• [GIVEN ENTRIES]
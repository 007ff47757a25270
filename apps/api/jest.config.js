// Shared by the unit (src/**/*.spec.ts) and end-to-end (test/**/*.e2e-spec.ts) suites.
// NestJS 12 ships ES modules only: Jest on Node 20 transforms them with swc (STACK.md).
const esmPackages = [
  '@nestjs',
  'uid',
  'load-esm',
  'file-type',
  'strtok3',
  'token-types',
  '@tokenizer',
  'uint8array-extras',
  'meilisearch',
  'happy-dom',
  'feed',
  '@borewit',
  'parse5',
  'entities',
];

/** @type {import('jest').Config} */
module.exports = {
  rootDir: __dirname,
  testEnvironment: 'node',
  testRegex: 'src/.*\\.spec\\.tsx?$',
  moduleFileExtensions: ['ts', 'tsx', 'js', 'json'],
  transformIgnorePatterns: [`/node_modules/(?!(${esmPackages.join('|')})/)`],
  transform: {
    // swc rather than ts-jest: it emits CommonJS for every file, including the ES-module
    // workspace packages read from source, and keeps Nest's decorator metadata.
    '^.+\\.ts$': [
      '@swc/jest',
      {
        jsc: {
          parser: { syntax: 'typescript', decorators: true },
          transform: { legacyDecorator: true, decoratorMetadata: true },
          target: 'es2022',
          keepClassNames: true,
        },
        module: { type: 'commonjs' },
      },
    ],
    // The reader pages are React components rendered to HTML on the server.
    '^.+\\.tsx$': [
      '@swc/jest',
      {
        jsc: {
          parser: { syntax: 'typescript', tsx: true },
          transform: { react: { runtime: 'automatic' } },
          target: 'es2022',
        },
        module: { type: 'commonjs' },
      },
    ],
    '^.+\\.js$': [
      '@swc/jest',
      {
        jsc: { parser: { syntax: 'ecmascript' }, target: 'es2022', keepClassNames: true },
        module: { type: 'commonjs' },
      },
    ],
  },
  // The workspace packages are read from their TypeScript source, so no build is needed first.
  moduleNameMapper: {
    '^@skyledger/contracts$': '<rootDir>/../../packages/contracts/src/index.ts',
    '^@skyledger/calc$': '<rootDir>/../../calc-library/src/index.ts',
    '^@skyledger/devstack/(.*)$': '<rootDir>/../../packages/devstack/src/$1.ts',
    '^(\\.{1,2}/.*)\\.js$': '$1',
  },
};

• [TASK STATEMENT] Quote exactly the stretch of lines above that starts at the first one and ends at the line with "including the ES-module", and nothing beyond it.

• [OUTPUT OF THE TASK]
repository 007ff47757a25270
filename apps/api/jest.config.js
// Shared by the unit (src/**/*.spec.ts) and end-to-end (test/**/*.e2e-spec.ts) suites.
// NestJS 12 ships ES modules only: Jest on Node 20 transforms them with swc (STACK.md).
const esmPackages = [
  '@nestjs',
  'uid',
  'load-esm',
  'file-type',
  'strtok3',
  'token-types',
  '@tokenizer',
  'uint8array-extras',
  'meilisearch',
  'happy-dom',
  'feed',
  '@borewit',
  'parse5',
  'entities',
];

/** @type {import('jest').Config} */
module.exports = {
  rootDir: __dirname,
  testEnvironment: 'node',
  testRegex: 'src/.*\\.spec\\.tsx?$',
  moduleFileExtensions: ['ts', 'tsx', 'js', 'json'],
  transformIgnorePatterns: [`/node_modules/(?!(${esmPackages.join('|')})/)`],
  transform: {
    // swc rather than ts-jest: it emits CommonJS for every file, including the ES-module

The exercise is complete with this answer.